A far more labour-intensive solution for protecting the plant would involve rejigging how the Metro Vancouver wastewater system works. Part of that solution involves segregating sewers, which the City of Vancouver has pledged to do.

But Christianne Wilhelmson, executive director of the Georgia Strait Alliance, said the GVRD’s plans to replace the old Iona plant also provide an opportunity to innovate on how we deal with wastewater.

Iona and the Lions Gate wastewater treatment plants — which only offer primary treatment of sewage — have been in the crosshairs of environmental groups for a decade. Wilhelmson said she was involved in litigation against the two plants for failing monthly toxicity tests mandated by the federal Fisheries Act.

The new Iona plant can’t “be like we built it 40 years ago,” she said.

She recommended a system of smaller, distributed wastewater treatment plants — rather than a single, centralized one — as a way to assist or replace Iona.

A 2008 Capital Region District (CRD) report on Victoria sewerage recommended a distributed system of smaller plants as an alternative to installing a large secondary treatment plant. The report found smaller plants could cut CRD infrastructure greenhouse gas emissions by a quarter and help save $6 million in annual energy costs.

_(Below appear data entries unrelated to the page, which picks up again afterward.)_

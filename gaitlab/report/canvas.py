"""A small drawing surface on Pillow: everything is drawn at twice the size and brought down, which smooths all edges."""

from __future__ import annotations

from collections.abc import Sequence
from dataclasses import dataclass
from functools import cache
from pathlib import Path
from typing import Any

import matplotlib
import numpy as np
from numpy.typing import NDArray
from PIL import Image, ImageDraw, ImageFont

from gaitlab.report.style import INK, PAPER, rgb255

FloatArray = NDArray[np.float64]
Point = tuple[float, float]
OVERSAMPLING = 2


@cache
def _font(size: float, bold: bool) -> ImageFont.FreeTypeFont:
    """DejaVu Sans as matplotlib ships it, so that pictures do not depend on what the system has."""
    name = "DejaVuSans-Bold.ttf" if bold else "DejaVuSans.ttf"
    return ImageFont.truetype(
        str(Path(matplotlib.get_data_path()) / "fonts" / "ttf" / name), round(size * OVERSAMPLING)
    )


@dataclass(frozen=True)
class Canvas:
    """One picture in the making; all lengths are in pixels of the finished picture, y downwards."""

    image: Image.Image
    pen: ImageDraw.ImageDraw

    @classmethod
    def blank(cls, width: int, height: int, colour: str) -> Canvas:
        """An empty canvas of the finished size."""
        image = Image.new("RGB", (width * OVERSAMPLING, height * OVERSAMPLING), rgb255(colour))
        return cls(image, ImageDraw.Draw(image))

    def copy(self) -> Canvas:
        """The same picture once more, to go on drawing on."""
        image = self.image.copy()
        return Canvas(image, ImageDraw.Draw(image))

    def finished(self) -> Image.Image:
        """The picture at its own size."""
        return self.image.reduce(OVERSAMPLING)

    def polygon(
        self, points: FloatArray | Sequence[Point], *, fill: str, line: str | None = None, width: float = 1.0
    ) -> None:
        """A filled polygon with an outline."""
        path = [_scaled(p) for p in points]
        self.pen.polygon(path, fill=rgb255(fill))
        if line is not None:
            self.pen.line([*path, path[0]], fill=rgb255(line), width=round(width * OVERSAMPLING), joint="curve")

    def line(self, points: FloatArray | Sequence[Point], *, colour: str, width: float = 1.0) -> None:
        """An open line with round joints."""
        self.pen.line(
            [_scaled(p) for p in points], fill=rgb255(colour), width=round(width * OVERSAMPLING), joint="curve"
        )

    def dashes(self, start: Point, end: Point, *, colour: str, width: float = 1.0, dash: float = 4.0) -> None:
        """A dashed straight line."""
        a, b = np.asarray(start, dtype=float), np.asarray(end, dtype=float)
        count = max(int(np.hypot(*(b - a)) / (2 * dash)), 1)
        for k in range(count):
            self.line(
                [tuple(a + (b - a) * k / count), tuple(a + (b - a) * (k + 0.5) / count)], colour=colour, width=width
            )

    def disc(self, centre: Point, radius: float, *, fill: str, line: str | None = None, width: float = 1.0) -> None:
        """A filled circle with an outline."""
        (x, y), r = _scaled(centre), radius * OVERSAMPLING
        outline = None if line is None else rgb255(line)
        self.pen.ellipse(
            (x - r, y - r, x + r, y + r), fill=rgb255(fill), outline=outline, width=round(width * OVERSAMPLING)
        )

    def box(
        self, low: Point, high: Point, *, fill: str, line: str | None = None, radius: float = 0.0, width: float = 1.0
    ) -> None:
        """An upright box with rounded corners."""
        outline = None if line is None else rgb255(line)
        corners = (*_scaled(low), *_scaled(high))
        self.pen.rounded_rectangle(
            corners, radius * OVERSAMPLING, fill=rgb255(fill), outline=outline, width=round(width * OVERSAMPLING)
        )

    def text(
        self,
        at: Point,
        words: str,
        *,
        size: float = 11.0,
        colour: str = INK,
        anchor: str = "lm",
        bold: bool = False,
        halo: bool = False,
    ) -> None:
        """Words at a point; `anchor` as Pillow has it (lm: left middle, mm: centred, rm: right middle …)."""
        rim: dict[str, Any] = {"stroke_width": 2 * OVERSAMPLING, "stroke_fill": rgb255(PAPER)} if halo else {}
        self.pen.text(_scaled(at), words, font=_font(size, bold), fill=rgb255(colour), anchor=anchor, **rim)


def text_width(words: str, size: float, *, bold: bool = False) -> float:
    """Width of words [px of the finished picture]."""
    return float(_font(size, bold).getlength(words)) / OVERSAMPLING


def fitted(words: str, width: float, *, size: float, least: float) -> tuple[str, float]:
    """The words and the size at which they are no wider than `width`: smaller first, down to `least`, then cut short."""
    room = size * width / max(text_width(words, size), 1.0)
    if room >= least:
        return words, min(size, room)
    while len(words) > 1 and text_width(words + "…", least) > width:
        words = words[:-1]
    return words.rstrip() + "…", least


def _scaled(point: FloatArray | Point) -> Point:
    return float(point[0]) * OVERSAMPLING, float(point[1]) * OVERSAMPLING


def hull(points: FloatArray) -> FloatArray:
    """Corners of the convex hull of points (n, 2), in turn (monotone chain, Andrew 1979)."""
    ordered = sorted({(float(x), float(y)) for x, y in points})
    if len(ordered) < 3:
        return np.array(ordered)
    lower, upper = _half_hull(ordered), _half_hull(ordered[::-1])
    return np.array(lower[:-1] + upper[:-1])


def _half_hull(points: list[Point]) -> list[Point]:
    kept: list[Point] = []
    for x, y in points:
        while len(kept) > 1:
            (ax, ay), (bx, by) = kept[-2], kept[-1]
            if (bx - ax) * (y - ay) - (by - ay) * (x - ax) > 0.0:
                break
            kept.pop()
        kept.append((x, y))
    return kept
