"""One look for every figure: colours that survive grey printing and colour blindness, a figure factory, a saver.

Hues are those of Okabe & Ito, "Color Universal Design" (2008), which the common forms of colour blindness tell apart; where
two things lie side by side they differ in lightness, hatch or marker too. The vacuum scale falls evenly in lightness
from paper (atmosphere) to deep blue (evacuated), so that a grey copy still reads: darker is more vacuum.
"""

from __future__ import annotations

import io
from functools import cache
from pathlib import Path
from typing import Any, Literal

import matplotlib
from matplotlib.axes import Axes
from matplotlib.backends.backend_agg import FigureCanvasAgg
from matplotlib.colors import LinearSegmentedColormap, to_rgb
from matplotlib.figure import Figure

from gaitlab.errors import InputError, RunFolderError, must

INK = "#1d2730"
MUTED = "#66727d"
RULE = "#d5dade"
PAPER = "#ffffff"
BLUE = "#0072b2"
ORANGE = "#d55e00"
AMBER = "#e69f00"
GREEN = "#009e73"
SKY = "#56b4e9"
PINK = "#cc79a7"
SERIES = (BLUE, AMBER, GREEN, SKY, ORANGE, PINK)  # neighbours differ in lightness too

# Lightness falls evenly: chosen by us on the CIE L* of the five stops (96, 80, 61, 40, 20).
VACUUM_STOPS = ("#f6f3ea", "#b5d0d2", "#6e9fb5", "#2f6690", "#12304f")
MM_PER_INCH = 25.4

RC: Any = {
    "font.family": "DejaVu Sans",
    "font.size": 9,
    "axes.edgecolor": MUTED,
    "axes.labelcolor": INK,
    "axes.titlesize": 10,
    "axes.titleweight": "bold",
    "axes.titlelocation": "left",
    "axes.titlecolor": INK,
    "axes.spines.top": False,
    "axes.spines.right": False,
    "axes.linewidth": 0.8,
    "xtick.color": MUTED,
    "ytick.color": MUTED,
    "xtick.labelcolor": INK,
    "ytick.labelcolor": INK,
    "text.color": INK,
    "grid.color": RULE,
    "grid.linewidth": 0.6,
    "legend.frameon": False,
    "legend.fontsize": 8,
    "hatch.linewidth": 0.8,
    "text.parse_math": False,  # a dollar sign in a robot's name is a dollar sign
    "text.hinting": "none",  # letters keep their drawn widths at every resolution, so that measured lines fit
    "svg.hashsalt": "gaitlab",
    "svg.fonttype": "none",
    "pdf.fonttype": 42,
    "figure.facecolor": PAPER,
}

# No clock in a file: the same figure gives the same bytes.
STILL_METADATA: dict[str, dict[str, Any]] = {
    ".svg": {"Date": None, "Creator": None},
    ".pdf": {"CreationDate": None, "ModDate": None, "Producer": None, "Creator": "gaitlab"},
    ".png": {"Software": None},
}


@cache
def vacuum_scale() -> LinearSegmentedColormap:
    """The colour scale of vacuum: 0 is atmosphere (paper), 1 is the most vacuum shown (deep blue)."""
    return LinearSegmentedColormap.from_list("vacuum", VACUUM_STOPS)


@cache
def rgb255(colour: str) -> tuple[int, int, int]:
    """A colour as the three bytes that Pillow takes."""
    red, green, blue = to_rgb(colour)
    return round(255 * red), round(255 * green), round(255 * blue)


def new_figure(width_mm: float, height_mm: float) -> Figure:
    """An empty figure of that size with its own Agg canvas: nothing global is touched."""
    figure = Figure(figsize=(width_mm / MM_PER_INCH, height_mm / MM_PER_INCH), layout="constrained")
    FigureCanvasAgg(figure)
    return figure


def styled() -> Any:
    """The context in which figures are made and saved."""
    return matplotlib.rc_context(RC)


def bare(axes: Axes, *, grid: Literal["x", "y", "both"] | None = None) -> Axes:
    """Quiet the frame of `axes`; `grid` is x, y or both for light rules behind the data."""
    axes.set_axisbelow(True)
    axes.tick_params(length=3, width=0.8)
    if grid:
        axes.grid(True, axis=grid)
    return axes


def save_figure(figure: Figure, path: str | Path, *, dpi: int = 160) -> Path:
    """Write `figure` as PNG, SVG or PDF by the file's ending, the same bytes every time.

    Raises InputError for another ending or a folder that is not there.
    """
    target = Path(path)
    content = figure_bytes(figure, target.suffix.lower(), dpi=dpi)
    try:
        target.write_bytes(content)
    except OSError as error:
        reason = (error.strerror or str(error)).lower()
        raise RunFolderError(must("picture file", "writable", str(target), reason)) from error
    return target


def figure_bytes(figure: Figure, ending: str, *, dpi: int = 160) -> bytes:
    """The figure as the bytes of a PNG, SVG or PDF file. Raises InputError for another ending."""
    if ending not in STILL_METADATA:
        raise InputError(must("ending of a picture file", ".png, .svg or .pdf", ending))
    buffer = io.BytesIO()
    with styled():
        figure.savefig(buffer, format=ending[1:], dpi=dpi, metadata=STILL_METADATA[ending])
    return buffer.getvalue()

As an added benefit, smaller plants could be located in neighbourhoods away from rising seas, said Wilhelmson.

“I don’t think people understand how things have changed; they still have a view of wastewater treatment plants as being stinky and horrible,” she said.

Burton said the GVRD is currently drafting a report, due out in 2014, that will name specifics on the budget and strategies for protecting the Iona plant from the effects of climate change. Installing distributed plants is one item being considered, he said.

In other words, the threat climate change poses to sewerage, and the coming environmental and fiscal costs, has opened a space for a quiet meeting of minds between environmentalists and city engineers.